Average runtime spent by the PSC and SPS-D for prototype selection on the 10 graphs datasets.

The experimental results show that PSC gets better average accuracy than SPS-D, we can observe that PSC’s average accuracy was not better than the one obtained by using all graphs of the training set. However, a Friedman test [23] on the classification results with a significance level \(\alpha = 0.5 \) and 2 degrees of freedom distributed according to chi-square, shows that there is not a statistical significant difference between PSC’s results and the two baseline methods. It is important to comment that these results were performed with the same parameter values for the SVM classifier, we did not perform a custom configuration for each database as it was the made in previous works [10, 11].

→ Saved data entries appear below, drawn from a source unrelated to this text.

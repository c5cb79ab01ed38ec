"use client";

import { useRouter } from "next/navigation";
import { useState, useTransition } from "react";
import { inputClass } from "@/components/forms/field";
import { Button } from "@/components/ui/button";
import { ApiError, fetchJson } from "@/components/data/fetcher";
import { STATUS_LABELS, WORK_ORDER_STATUSES, type WorkOrderStatus } from "@/lib/domain";

/** Moves the visit to a status with a note for the customer; each post is a dated timeline entry. */
export function StatusMover({ workOrderId, status, unitNumber }: { workOrderId: string; status: WorkOrderStatus; unitNumber: string }) {
  const router = useRouter();
  const [next, setNext] = useState<WorkOrderStatus>(status);
  const [note, setNote] = useState("");
  const [message, setMessage] = useState<{ ok: boolean; text: string } | null>(null);
  const [pending, startTransition] = useTransition();
  const [busy, setBusy] = useState(false);

  if (status === "released") return <p className="text-ink-soft">This visit is closed: {unitNumber} was released.</p>;

  const releasing = next === "released";
  const unchanged = next === status && note.trim() === "";

  async function submit(event: React.FormEvent) {
    event.preventDefault();
    setBusy(true);
    setMessage(null);
    try {
      await fetchJson(`/api/v1/work-orders/${workOrderId}/status`, {
        method: "POST",
        headers: { "content-type": "application/json" },
        body: JSON.stringify({ status: next, note }),
      });
      setNote("");
      setMessage({ ok: true, text: `Posted: ${STATUS_LABELS[next]}. The customer sees it within seconds.` });
      startTransition(() => router.refresh());
    } catch (error) {
      setMessage({ ok: false, text: error instanceof ApiError ? error.message : "Could not post the update. Try again." });
    } finally {
      setBusy(false);
    }
  }

  return (
    <form onSubmit={submit} className="flex flex-col gap-3" data-testid="status-mover">
      <label className="flex flex-col gap-1">
        <span className="font-semibold">Status</span>
        <select className={inputClass} value={next} onChange={(e) => setNext(e.target.value as WorkOrderStatus)} name="status">
          {WORK_ORDER_STATUSES.map((s) => (
            <option key={s} value={s}>
              {STATUS_LABELS[s]}
              {s === status ? " (now)" : ""}
            </option>
          ))}
        </select>
      </label>
      <label className="flex flex-col gap-1">
        <span className="font-semibold">Note for the customer (optional)</span>
        <textarea
          name="note"
          className={`${inputClass} min-h-20 py-2`}
          maxLength={500}
          value={note}
          onChange={(e) => setNote(e.target.value)}
          placeholder="e.g. Parts arrive Thursday morning."
        />
      </label>
      {releasing ? (
        <p className="rounded-card border-2 border-ink px-3 py-2 text-sm font-semibold">
          Releasing closes this visit for good: it can no longer be moved, and new work needs a new work order.
        </p>
      ) : null}
      {next === "ready" && status !== "ready" ? (
        <p className="text-sm text-ink-soft">The account&apos;s approvers and viewers get an e-mail that {unitNumber} is ready.</p>
      ) : null}
      {message ? (
        <p role={message.ok ? "status" : "alert"} className={`text-sm font-semibold ${message.ok ? "" : "text-rust-deep"}`}>
          {message.text}
        </p>
      ) : null}
      <Button type="submit" variant={releasing ? "danger" : "secondary"} disabled={busy || pending || unchanged} className="w-full sm:w-auto">
        {busy ? "Posting…" : releasing ? `Release ${unitNumber}` : next === status ? "Post update" : `Move to ${STATUS_LABELS[next]}`}
      </Button>
    </form>
  );
}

The optimal number of prototypes used to perform the graph embedding is also of interest. The results show that PSC get competitive classification results with a lower retention. In the last row of Table 2, we can see that average retention obtained by PSC is lower compared with the one of SPS-D. These findings are important because the use of a small number of prototypes implies a lower computational cost in the classification stage in many real applications.

A second experiment is related to the runtime of SPS-D and PSC, the results are shown in Fig. 1. This experiment shows the average runtime on the ten datasets regarding the percentage of selected prototypes. The runtimes that appear in Fig. 1 do not include the time for computing the distance matrix involved in the graph embedding, since both methods use this matrix.

In Fig. 1, we can observe that PSC is faster than SPS-D. We can also notice that the percentage of retention of PSC does not coincide with that of SPS-D because the number of clusters for PSC was assigned trying to select the same number of prototypes as SPS-D, but it was not always possible. Finally, we can see that PSC obtains very good runtimes with competitive classification results.

5 Conclusions

In graph embedding, especially in techniques based on dissimilarities, the search for a suitable set of prototypes proves to be an important task. A small number of prototypes will reduce the dimensionality of the feature vectors and therefore leads to lower computing costs in real world applications.

The main contribution of our work is to show that instance selection methods are useful for selecting prototypes for graph embedding. In this paper, we have evaluated the PSC instance selection method for the selection of prototypes for graph embedding via dissimilarity. PSC selects graphs located on the border of the class, with the aim of preserving the discrimination, and some prototypes that are non-borders. The experimental results show that the use of PSC for selecting prototypes for graph embedding allows obtaining competitive classification results compared to SPS-D, a state of the art prototype selection method for graph embedding, but requiring less runtime.

As it was described in this paper, an instance selection method was evaluated for selecting prototypes for the graph embedding via dissimilarity, however, given the promising results, as future, we will conduct a full study including other instance selection methods.